要するに全体を通じて、いずれの指摘も参考文献で述べられているであろう枠内にとどまっていて、執筆者自身による独自評価が試みられていないのである。1999年の東京フォーラムはどのように評価されるのであろうか。
「国際社会で核兵器の使用禁止はどのように議論されているか、そしてこれまでにどのような核兵器に対する規制がなされ、軍縮交渉が行われてきたのか」(22頁)という視点からの事実紹介はなされている。しかし、「核兵器の全面使用禁止の可能性を探るべく」(同)悪戦苦闘する執筆者の姿が読み手にはどうしても伝わってこない。例えば、「自衛の極端な場面」(同)とは具体的にどのような場面なのか言及してほしかった。「核兵器国が相互に、二国間で、さらに多国間で法的拘束力のある形で先制不使用を約束する」ための具体的方策や手続きは何なのか。テーマが大き過ぎたこともあって、横断的な整理で終わってしまったことが残念である。
(2003年1月28日)
長田元「社会資本の整備をめぐる競合要因の考察―環日本海構想における北陸4県の連携のあり方―」と読んで
卒論本文は→ここ(PDFファイル228KB)
まず、内容に関するものではないが、紙媒体での論文にCD-ROMが添付されており、そのなかには本文の他に知見のもととなったデータが全て入っている。こうした電子媒体による卒論の提出は、今後、他の学生や教員が本テーマに関心を持った際のアクセスの利便性という点で大変重要なことであると思う。
さて、内容に入るが、最も注目すべき部分は、図1-図4の提示とそこからの分析である(4-5頁)ように思われる。とくに図3と図4は一次資料の基礎データを丹念に追って、これをグラフ化した労作である。北陸4県の港湾・空港部門と貿易の動態を自ら作成した図表から浮き彫りにしたことは高く評価できる。
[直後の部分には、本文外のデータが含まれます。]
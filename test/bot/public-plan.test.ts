// From a request on public data (vega-datasets' US unemployment by industry, test/reading/public-data.ts)
// to the plan the requester agrees: what the request restricted (an industry, a stretch of years)
// holds in every item after the measure prompt is answered, and a brief with no question of its
// own keeps its period through any answer.
import { describe, expect, it } from 'vitest';
import type { Brief } from '../../bot/brief.js';
import { briefDefaults, withDefaults } from '../../bot/brief-defaults.js';
import { buildPlan } from '../../bot/plan.js';
import { nextPrompt, readAnswer, STOP_HERE, type PromptContext } from '../../bot/prompts.js';
import { readRequest } from '../../bot/reading/read-request.js';
import { NOW, publicFacts, STOCKS_CONFIG, UNEMPLOYMENT_CONFIG } from '../reading/public-data.js';

describe('a restricted request keeps its restriction through the measure prompt and into the plan', () => {
  it('"how joblessness changed in construction from 2007 through 2009": every item is about Construction, 2007 to 2009', async () => {
    const facts = await publicFacts(UNEMPLOYMENT_CONFIG);
    const ctx: PromptContext = { dataset: facts.dataset, coverage: facts.coverage, facts, now: NOW, locale: 'en-IE' };
    const brief = readRequest("Hey, with the recession on everyone's mind, can you show me how joblessness changed in construction from 2007 through 2009? Would love something I can drop in a deck.", facts, { now: NOW });
    const prompt = nextPrompt(brief, ctx)!;
    expect(prompt.topic).toBe('metrics');
    const answered = readAnswer(prompt, 'count', brief, ctx);
    if (!answered.ok) throw new Error(answered.message);
    const done = withDefaults(answered.brief, briefDefaults(answered.brief, facts.dataset, facts.coverage));
    const plan = buildPlan(done, facts.dataset, facts.coverage);
    expect(plan.notCovered).toEqual([]);
    expect(plan.items.length).toBeGreaterThan(0);
    for (const item of plan.items) {
      expect(item.metrics).toEqual(['count']);
      expect(item.filters).toEqual([{ dimension: 'series', values: ['Construction'] }]);
      // Half-open: 1 January 2007 up to (not including) 1 January 2010.
      expect(item.window).toEqual({ start: '2007-01-01', end: '2010-01-01' });
      expect(item.launchDate).toBeUndefined();
    }
  });
});

describe('a brief that holds no question of its own', () => {
  it('keeps its period and comparison through the measure and values prompts, and into the plan', async () => {
    const facts = await publicFacts(UNEMPLOYMENT_CONFIG);
    const ctx: PromptContext = { dataset: facts.dataset, coverage: facts.coverage, facts, now: NOW, locale: 'en-IE' };
    const window = { start: '2008-01-01', end: '2009-01-01' };
    const compareWindow = { start: '2007-01-01', end: '2008-01-01' };
    const bare: Brief = { requestText: 'the figures for 2008 against 2007', questions: [], kinds: ['growth'], metrics: [], dimensions: [], unknownTerms: [], window, compareWindow };
    const metrics = readAnswer(nextPrompt(bare, ctx)!, 'rate', bare, ctx);
    if (!metrics.ok) throw new Error(metrics.message);
    expect(metrics.brief.questions).toEqual([expect.objectContaining({ metrics: ['rate'], window, compareWindow, kind: 'growth' })]);
    const values = { topic: 'values' as const, question: '', options: [{ value: JSON.stringify({ dimension: 'series', value: 'Construction' }), label: 'Construction (industry)' }], recommended: { value: JSON.stringify({ dimension: 'series', value: 'Construction' }), label: 'Construction (industry)', reason: '' }, many: true };
    const ambiguous: Brief = { ...bare, metrics: ['rate'], ambiguousValues: [{ text: 'construction', candidates: [{ dimension: 'series', value: 'Construction' }] }] };
    const picked = readAnswer(values, 'ok', ambiguous, ctx);
    if (!picked.ok) throw new Error(picked.message);
    expect(picked.brief.questions).toEqual([expect.objectContaining({ filters: [{ dimension: 'series', values: ['Construction'] }], window, compareWindow })]);
    const plan = buildPlan(picked.brief, facts.dataset, facts.coverage);
    expect(plan.items.length).toBeGreaterThan(0);
    for (const item of plan.items) {
      expect(item.filters).toEqual([{ dimension: 'series', values: ['Construction'] }]);
      expect(item.compareWindow).toEqual(compareWindow);
    }
  });
});

describe('the measure prompt for a measure the data lacks', () => {
  const ask = async (config: string, text: string) => {
    const facts = await publicFacts(config);
    const ctx: PromptContext = { dataset: facts.dataset, coverage: facts.coverage, facts, now: NOW, locale: 'en-IE' };
    const brief = readRequest(text, facts, { now: NOW });
    return { brief, ctx, prompt: nextPrompt(brief, ctx)! };
  };

  it('says plainly there is none, and recommends stopping rather than a row count', async () => {
    for (const [config, text, missing] of [
      [STOCKS_CONFIG, 'Show me trading volume by ticker per month', 'trading volume'],
      [UNEMPLOYMENT_CONFIG, 'What was the average hourly wage by sector last year?', 'average hourly wage'],
    ] as const) {
      const { prompt, brief, ctx } = await ask(config, text);
      expect(prompt.topic).toBe('metrics');
      expect(prompt.question).toMatch(new RegExp(`^I don't have a metric called "${missing}": nothing in [^.]+ measures it\\.`));
      expect(prompt.recommended).toMatchObject(STOP_HERE);
      expect(prompt.recommended.reason).toContain(`no measure of "${missing}"`);
      // "ok" takes it: the request stops (the conversation says it is cancelled), nothing stands in.
      expect(readAnswer(prompt, 'ok', brief, ctx)).toEqual({ ok: true, brief, stop: true });
    }
  });

  it('recommends leaving it out when the request names a measure the data has too, and keeps that one', async () => {
    const { brief, ctx, prompt } = await ask(STOCKS_CONFIG, 'share price and trading volume for AAPL');
    expect(prompt.recommended.label).toBe('Leave it out');
    const read = readAnswer(prompt, 'ok', brief, ctx);
    if (!read.ok) throw new Error(read.message);
    expect(read.brief.questions[0]).toMatchObject({ metrics: ['price'], filters: [{ dimension: 'symbol', values: ['AAPL'] }] });
    expect(read.brief.unknownTerms).toEqual([]);
    expect(nextPrompt(read.brief, ctx)).toBeNull();
  });
});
「北陸4県の港湾・空港別貨物取扱額」に関するデータを財務省関税局が押さえているという点も興味深い。北陸4県の港湾機能に課題があるとする指摘や、企業活動に関し「概ね北陸4県の物流に関する企業活動は増加・就航便の増便であり堅調」(4頁)としているのにも納得できる(ただし、図4の北陸4県の国別輸出入同行で94年の対ロシアの急激な輸出増加と、同年の対ロシア、対米国の急激な輸入増加は何を意味しているのかについて簡単な説明をして欲しかった)。
論文では新潟県、富山県、石川県、福井県の社会資本(港湾、空港、道路)整備をめぐる「競合・連携」に注目し、とくに港湾・空港の整備をめぐる競合状況に焦点を当てる。そして、4県の「競合」が一体的な整備計画を妨げている要因であり、「連携」のためには国家の調整機能が必要であるというのが論旨である。しかし、県が互いに「競合」することで「連携」が生み出されるというケースもあるのではないか。要するに「足による投票」の広域的メリットを頭から否定していいのだろうかという疑問は最後まで解消されなかった。また、港湾、空港、道路は巨大公共事業そのものであり、公共事業の抱える課題や集権化・分権化に絡む議論にも触れて欲しかったという思いがする。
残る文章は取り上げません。